--- Problem details ---
Show each line of the records below where the word "rows" occurs.

--- Information ---
"""Efficiency, loading of maximum efficiency and Peak Efficiency Index (docs/references.md R5)."""

import numpy as np
import pytest
from hypothesis import given
from hypothesis import strategies as st
from numpy.testing import assert_allclose

from domain import InvalidInput, efficiency, loading_of_maximum_efficiency, peak_efficiency_index


def test_efficiency_hand_computed():
    # 1000 kVA, P0 1000 W, Pk 10000 W, k 0.5, pf 1: 500 kW out, 3.5 kW lost (hand computed).
    result = efficiency(0.5, 1000.0, 1000.0, 10_000.0)
    assert isinstance(result, float)
    assert_allclose(result, 500_000 / 503_500, rtol=1e-12)


def test_efficiency_with_power_factor_and_aux_hand_computed():
    # k 1, pf 0.8, 1000 kVA: 800 kW out; losses 1000 + 500 + 10000 W (hand computed).
    assert_allclose(
        efficiency(1.0, 1000.0, 1000.0, 10_000.0, power_factor=0.8, aux_loss_w=500.0),
        800_000 / 811_500,
        rtol=1e-12,
    )


def test_efficiency_is_zero_at_no_load_even_without_losses():
    assert efficiency(0.0, 1000.0, 1000.0, 10_000.0) == 0.0
    assert efficiency(0.0, 1000.0, 0.0, 0.0) == 0.0


def test_efficiency_broadcasts_loadings_against_offers():
    loads = np.array([0.25, 0.5, 0.75, 1.0])
    p0 = np.array([500.0, 800.0, 1200.0])
    pk = np.array([9000.0, 7000.0, 6000.0])
    table = efficiency(loads[:, None], 1000.0, p0, pk)
    assert table.shape == (4, 3)
    for a, k in enumerate(loads):
        for b in range(3):
            assert_allclose(table[a, b], efficiency(float(k), 1000.0, float(p0[b]), float(pk[b])), rtol=1e-15)


def test_efficiency_nan_propagates():
    # Documented: NaN in any input gives NaN in that element only.
    result = efficiency(np.array([0.5, np.nan, 0.0]), 1000.0, 1000.0, 10_000.0)
    assert not np.isnan(result[0]) and np.isnan(result[1]) and result[2] == 0.0
    assert np.isnan(efficiency(0.0, 1000.0, np.nan, 10_000.0))


@pytest.mark.parametrize(
    ("kwargs", "field"),
    [
        (dict(load_pu=-0.1), "load_pu"),
        (dict(rating_kva=0.0), "rating_kva"),
        (dict(no_load_loss_w=-1.0), "no_load_loss_w"),
        (dict(load_loss_w=np.inf), "load_loss_w"),
        (dict(power_factor=1.2), "power_factor"),
        (dict(aux_loss_w=-5.0), "aux_loss_w"),
    ],
)
def test_efficiency_rejects_out_of_domain_inputs(kwargs, field):
    args = dict(load_pu=0.5, rating_kva=1000.0, no_load_loss_w=1000.0, load_loss_w=10_000.0) | kwargs
    with pytest.raises(InvalidInput) as caught:
        efficiency(**args)
    assert caught.value.field == field


def test_loading_of_maximum_efficiency_hand_computed_and_arrays():
    assert_allclose(loading_of_maximum_efficiency(1000.0, 10_000.0), np.sqrt(0.1), rtol=1e-15)
    result = loading_of_maximum_efficiency(np.array([250.0, np.nan]), 1000.0)
    assert_allclose(result[0], 0.5)
    assert np.isnan(result[1])
    with pytest.raises(InvalidInput) as caught:
        loading_of_maximum_efficiency(1000.0, 0.0)
    assert caught.value.field == "load_loss_w"


@given(
    p0=st.floats(10.0, 1e5),
    pk=st.floats(100.0, 1e6),
    rating=st.floats(10.0, 1e5),
    pf=st.floats(0.5, 1.0),
)
def test_efficiency_peaks_at_k_star(p0, pk, rating, pf):
    # d(eta)/dk = 0 at k* = sqrt(P0/Pk): both neighbours are lower (textbook result).
    k_star = loading_of_maximum_efficiency(p0, pk)
    step = 1e-3 * k_star
    around = efficiency(np.array([k_star - step, k_star, k_star + step]), rating, p0, pk, pf)
    assert around[1] >= around[0] and around[1] >= around[2]
    assert around[1] > min(around[0], around[2])


def test_efficiency_grid_maximum_is_at_k_star():
    grid = np.linspace(0.01, 1.5, 150_001)
    curve = efficiency(grid, 1000.0, 1000.0, 10_000.0)
    assert_allclose(grid[np.argmax(curve)], np.sqrt(0.1), atol=2e-5)


def test_pei_hand_computed():
    # 1 - 2 * sqrt(1000 * 10000) / 1e6 (hand computed).
    result = peak_efficiency_index(1000.0, 1000.0, 10_000.0)
    assert isinstance(result, float)
    assert_allclose(result, 1 - 2 * np.sqrt(1e7) / 1e6, rtol=1e-15)


def test_pei_is_the_peak_of_one_minus_losses_over_transmitted_power():
    # IEC 60076-20 definition (from memory): maximum over k of 1 - losses(k) / (k * S).
    grid = np.linspace(0.01, 1.5, 150_001)
    s_w, p0, pk = 1000.0 * 1000.0, 1000.0, 10_000.0
    ratio = 1 - (p0 + grid**2 * pk) / (grid * s_w)
    assert_allclose(ratio.max(), peak_efficiency_index(1000.0, p0, pk), rtol=1e-12)


@given(
    p0=st.floats(10.0, 1e5),
    pk=st.floats(100.0, 1e6),
    rating=st.floats(100.0, 1e6),
)
def test_pei_and_efficiency_at_k_star(p0, pk, rating):
    # Unity pf, no cooling: efficiency(k*) = 1 / (2 - PEI) exactly, so PEI sits just
    # below efficiency(k*), by at most (1 - PEI)**2 (derived in efficiency.py Notes).
    pk = max(pk, p0 * 1.01)  # keep k* <= 1 and losses plausible
    pei = peak_efficiency_index(rating, p0, pk)
    eta_star = efficiency(loading_of_maximum_efficiency(p0, pk), rating, p0, pk)
    assert_allclose(eta_star, 1 / (2 - pei), rtol=1e-12)
    assert pei <= eta_star + 1e-15
    assert eta_star - pei <= (1 - pei) ** 2 + 1e-15


def test_pei_numerically_close_to_efficiency_at_k_star_for_a_distribution_unit():
    # A 1000 kVA unit with EU Tier 2 maxima from docs/references.md R6 (from memory):
    # P0 693 W, Pk 7600 W. The two agree to about 2e-5 (0.002 percentage points).
    pei = peak_efficiency_index(1000.0, 693.0, 7600.0)
    eta_star = efficiency(loading_of_maximum_efficiency(693.0, 7600.0), 1000.0, 693.0, 7600.0)
    assert_allclose(pei, eta_star, atol=3e-5)


def test_pei_cooling_power_adds_to_no_load_loss_and_nan_propagates():
    assert_allclose(
        peak_efficiency_index(1000.0, 800.0, 9000.0, cooling_power_no_load_w=200.0),
        peak_efficiency_index(1000.0, 1000.0, 9000.0),
        rtol=1e-15,
    )
    result = peak_efficiency_index(np.array([1000.0, np.nan]), 1000.0, 10_000.0)
    assert np.isnan(result[1]) and result[0] < 1.0
    assert peak_efficiency_index(1000.0, 0.0, 10_000.0) == 1.0
    with pytest.raises(InvalidInput) as caught:
        peak_efficiency_index(1000.0, 1000.0, 10_000.0, cooling_power_no_load_w=-1.0)
    assert caught.value.field == "cooling_power_no_load_w"
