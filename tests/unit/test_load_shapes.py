"""Load shapes: expansion of typical days, figures, gap filling, apparent power."""

from __future__ import annotations

import calendar
from datetime import date

import numpy as np
import pytest
from hypothesis import given
from hypothesis import strategies as st
from hypothesis.extra.numpy import arrays
from numpy.testing import assert_allclose

from domain.errors import InvalidInput
from domain.load_shapes import (
    DayCurves,
    apparent_power,
    expand_daily_curves,
    fill_short_gaps,
    load_duration_curve,
    shape_figures,
)


def _season(months, weekday=1.0, weekend=0.5):
    return DayCurves(tuple(months), tuple([weekday] * 24), tuple([weekend] * 24))


def test_leap_year_has_8784_hours_and_weekends_fall_on_weekends():
    # Calendar facts (common knowledge): 2028 is a leap year; 1 January 2028 is a Saturday.
    year = expand_daily_curves(2028, [_season(range(1, 13))])
    assert year.shape == (8784,)
    assert date(2028, 1, 1).weekday() == 5
    assert_allclose(year[:48], 0.5)  # Saturday and Sunday
    assert_allclose(year[48:72], 1.0)  # Monday


def test_expansion_matches_a_calendar_loop():
    seasons = [
        DayCurves((12, 1, 2), tuple(np.linspace(0.2, 1.0, 24)), tuple(np.linspace(0.1, 0.5, 24))),
        DayCurves(tuple(range(3, 12)), tuple(np.linspace(0.3, 0.9, 24)), tuple([0.2] * 24)),
    ]
    expected = []
    for month in range(1, 13):
        season = seasons[0] if month in (12, 1, 2) else seasons[1]
        for day in range(1, calendar.monthrange(2026, month)[1] + 1):
            expected.extend(season.weekend if date(2026, month, day).weekday() >= 5 else season.weekday)
    assert_allclose(expand_daily_curves(2026, seasons), expected)


@pytest.mark.parametrize(
    ("seasons", "field"),
    [
        ([_season(range(1, 12))], "seasons"),
        ([_season(range(1, 13)), _season([5])], "seasons[1].months"),
        ([DayCurves(tuple(range(1, 13)), (1.0,) * 23, (1.0,) * 24)], "seasons[0].weekday"),
        ([_season(range(1, 13), weekend=-1.0)], "seasons[0].weekend"),
    ],
)
def test_bad_seasons_name_the_field(seasons, field):
    with pytest.raises(InvalidInput) as caught:
        expand_daily_curves(2026, seasons)
    assert caught.value.field == field


def test_figures_against_definitions():
    # Definitions from docs/references.md R4, computed independently here.
    values = np.array([2.0, 4.0, 1.0, 3.0])
    figures = shape_figures(values)
    assert figures.peak == 4.0
    assert_allclose(figures.load_factor, 2.5 / 4)
    assert_allclose(figures.loss_factor, (4 + 16 + 1 + 9) / 4 / 16)
    assert_allclose(figures.rms_pu, np.sqrt(7.5) / 4)
    assert_allclose(figures.equivalent_hours, 4 * 30 / 4 / 16)


@given(arrays(np.float64, st.integers(24, 400), elements=st.floats(0, 1e4)).filter(lambda a: a.max() > 1e-300))
def test_figures_bounds(values):
    # LF^2 <= LsF <= LF (docs/references.md R4).
    figures = shape_figures(values)
    assert figures.load_factor**2 <= figures.loss_factor * (1 + 1e-12)
    assert figures.loss_factor <= figures.load_factor * (1 + 1e-12)


def test_fill_short_gaps_draws_straight_lines_and_leaves_long_or_end_gaps():
    series = np.array([1.0, np.nan, np.nan, 4.0, np.nan, np.nan, np.nan, np.nan, 9.0, np.nan])
    filled, count = fill_short_gaps(series, 2)
    assert count == 2
    assert_allclose(filled[:4], [1, 2, 3, 4])
    assert np.isnan(filled[4:8]).all() and np.isnan(filled[9])
    filled, count = fill_short_gaps(series, 4)
    assert count == 6
    assert_allclose(filled[3:9], [4, 5, 6, 7, 8, 9])


def test_apparent_power_and_duration_curve():
    assert_allclose(apparent_power([90.0, 80.0], [0.9, 0.8]), [100.0, 100.0])
    with pytest.raises(InvalidInput):
        apparent_power([1.0], [0.0])
    assert_allclose(load_duration_curve([1.0, 3.0, 2.0]), [3.0, 2.0, 1.0])
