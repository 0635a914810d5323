"""Unit-test settings: a modest Hypothesis budget keeps the suite fast."""

from hypothesis import HealthCheck, settings

settings.register_profile(
    "unit",
    max_examples=60,
    deadline=None,
    suppress_health_check=[HealthCheck.too_slow],
)
settings.load_profile("unit")
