@st.composite
def tender_offers(draw):
    """2..6 offers from small value sets, so that exact TOC ties happen (as in test_toc.py)."""
    count = draw(st.integers(1, 6))
    ids = draw(st.lists(st.integers(1, 1000), min_size=count, max_size=count, unique=True))
    return [
        OfferLosses(
            offer_id=offer_id,
            bidder=draw(bidder_names),
            unit_price=draw(st.sampled_from([10_000.0, 12_000.0, 15_000.0])),
            no_load_loss_w=draw(st.sampled_from([400.0, 600.0, 800.0])),
            load_loss_w=draw(st.sampled_from([4000.0, 5000.0, 6000.0])),
            aux_loss_w=draw(st.sampled_from([0.0, 100.0])),
        )
        for offer_id in ids
    ]


grid_axis = st.lists(
    st.sampled_from([0.0, 500.0, 1000.0, 1500.0, 2000.0, 5000.0, 7500.0]), min_size=1, max_size=7
)


@settings(max_examples=40)
@given(
    raw=tender_offers(),
    a_values=grid_axis,
    b_values=grid_axis,
    c_rate=st.sampled_from([0.0, 1000.0]),
    basis=st.tuples(st.floats(0.0, 8000.0), st.floats(0.0, 8000.0)),
    data=st.data(),
)
def test_winner_grid_matches_a_direct_ranking_cell_by_cell(raw, a_values, b_values, c_rate, basis, data):
    # Independent reference: rank_offers at each sampled cell (ties included: the value
    # sets make them common). Chunking down to one cell at a time must not matter.
    offers = OfferArrays.from_offers(raw)
    grid = winner_grid(offers, a_values, b_values, c_rate)
    assert grid.shape == (len(b_values), len(a_values))
    assert np.array_equal(grid, winner_grid(offers, a_values, b_values, c_rate, max_chunk_elements=1))
    for _ in range(5):
        i = data.draw(st.integers(0, len(b_values) - 1))
        j = data.draw(st.integers(0, len(a_values) - 1))
        rates = CapitalisationRates(a_values[j], b_values[i], c_rate)
        assert offers.offer_ids[grid[i, j]] == rank_offers(raw, rates, 1, 630.0)[0].offer_id
    # The winner at the current basis is the deterministic leader.
    a_now, b_now = basis
    at_basis = winner_grid(offers, [0.0, a_now], [b_now], c_rate)[0, 1]
    leader = rank_offers(raw, CapitalisationRates(a_now, b_now, c_rate), 1, 630.0)[0].offer_id
    assert offers.offer_ids[at_basis] == leader


def _segment_set(segments):
    """(start, end, (first, second)) per segment, end points rounded and in order, sorted by pair."""
    rows = []
    for s in segments:
        ends = sorted(
            [
                (round(s.no_load_rate_start_per_kw, 6), round(s.load_rate_start_per_kw, 6)),
                (round(s.no_load_rate_end_per_kw, 6), round(s.load_rate_end_per_kw, 6)),
            ]
        )
        rows.append((ends[0], ends[1], (s.first_index, s.second_index)))
    return sorted(rows, key=lambda row: row[2])


def test_tie_lines_of_three_offers_meeting_at_one_point():
    # Hand calculation. TOC = alpha + A beta + B gamma (beta, gamma in kW):
    # 1: 100,000 + 2 A + 20 B;  2: 115,000 + 1 A + 18 B;  3: 122,500 + 2.5 A + 15 B.
    # All three equal 210,000 at (A, B) = (5000, 5000). Ties: 1-2 on A + 2B = 15,000
    # (offer 2 wins for larger A), 1-3 on B = 4,500 + 0.1 A, 2-3 on B = 2,500 + 0.5 A.
    # Inside 0..10,000: 1-2 from (5000, 5000) to (10000, 2500); 1-3 from (0, 4500) to
    # (5000, 5000); 2-3 from (5000, 5000) to (10000, 7500).
    offers = _offers(
        (1, 100_000.0, 2_000.0, 20_000.0, 0.0),
        (2, 115_000.0, 1_000.0, 18_000.0, 0.0),
        (3, 122_500.0, 2_500.0, 15_000.0, 0.0),
    )
    axis = np.linspace(0.0, 10_000.0, 101)
    grid = winner_grid(offers, axis, axis, 0.0)
    assert (grid[0, 0], grid[50, 100], grid[100, 0]) == (0, 1, 2)  # (A, B) = (0, 0), (10k, 5k), (0, 10k)
    segments = lower_envelope_lines(offers, axis, axis, 0.0, grid)
    expected = [
        ((5000.0, 5000.0), (10000.0, 2500.0), (0, 1)),
        ((0.0, 4500.0), (5000.0, 5000.0), (0, 2)),
        ((5000.0, 5000.0), (10000.0, 7500.0), (1, 2)),
    ]
    got = _segment_set(segments)
    assert [g[2] for g in got] == [e[2] for e in expected]
    assert_allclose([g[:2] for g in got], [e[:2] for e in expected], atol=1e-6)
    for s in segments:
        mid_a = (s.no_load_rate_start_per_kw + s.no_load_rate_end_per_kw) / 2
        mid_b = (s.load_rate_start_per_kw + s.load_rate_end_per_kw) / 2
        toc = offers.toc(mid_a, mid_b, 0.0)
        assert_allclose(toc[s.first_index], toc[s.second_index], rtol=1e-12)
        assert toc[s.first_index] <= toc.min() * (1 + 1e-12)


def test_regions_that_meet_only_across_a_corner_get_no_tie_line():
    # Hand calculation: four planes through 200,000 at (5000, 5000) with gradients
    # (beta, gamma) = (1, 1), (3, 1), (1, 3), (3, 3) kW. The ties are the lines A = 5000
    # and B = 5000, cut at the centre into four segments; (1, 1) and (3, 3), and (3, 1)
    # and (1, 3), touch only at the centre.
    offers = _offers(
        (1, 190_000.0, 1_000.0, 1_000.0, 0.0),
        (2, 180_000.0, 3_000.0, 1_000.0, 0.0),
        (3, 180_000.0, 1_000.0, 3_000.0, 0.0),
        (4, 170_000.0, 3_000.0, 3_000.0, 0.0),
    )
    axis = np.linspace(0.0, 10_000.0, 101)
    segments = lower_envelope_lines(offers, axis, axis, 0.0)
    got = _segment_set(segments)
    assert len(got) == 4
    assert {g[2] for g in got} == {(0, 1), (0, 2), (1, 3), (2, 3)}
    for start, end, _ in got:
        assert (5000.0, 5000.0) in (start, end)
        assert start[0] == end[0] == 5000.0 or start[1] == end[1] == 5000.0


# --------------------------------------------------------------------------- present-worth rates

--- Result of this task ---
    rows = []
        rows.append((ends[0], ends[1], (s.first_index, s.second_index)))
    return sorted(rows, key=lambda row: row[2])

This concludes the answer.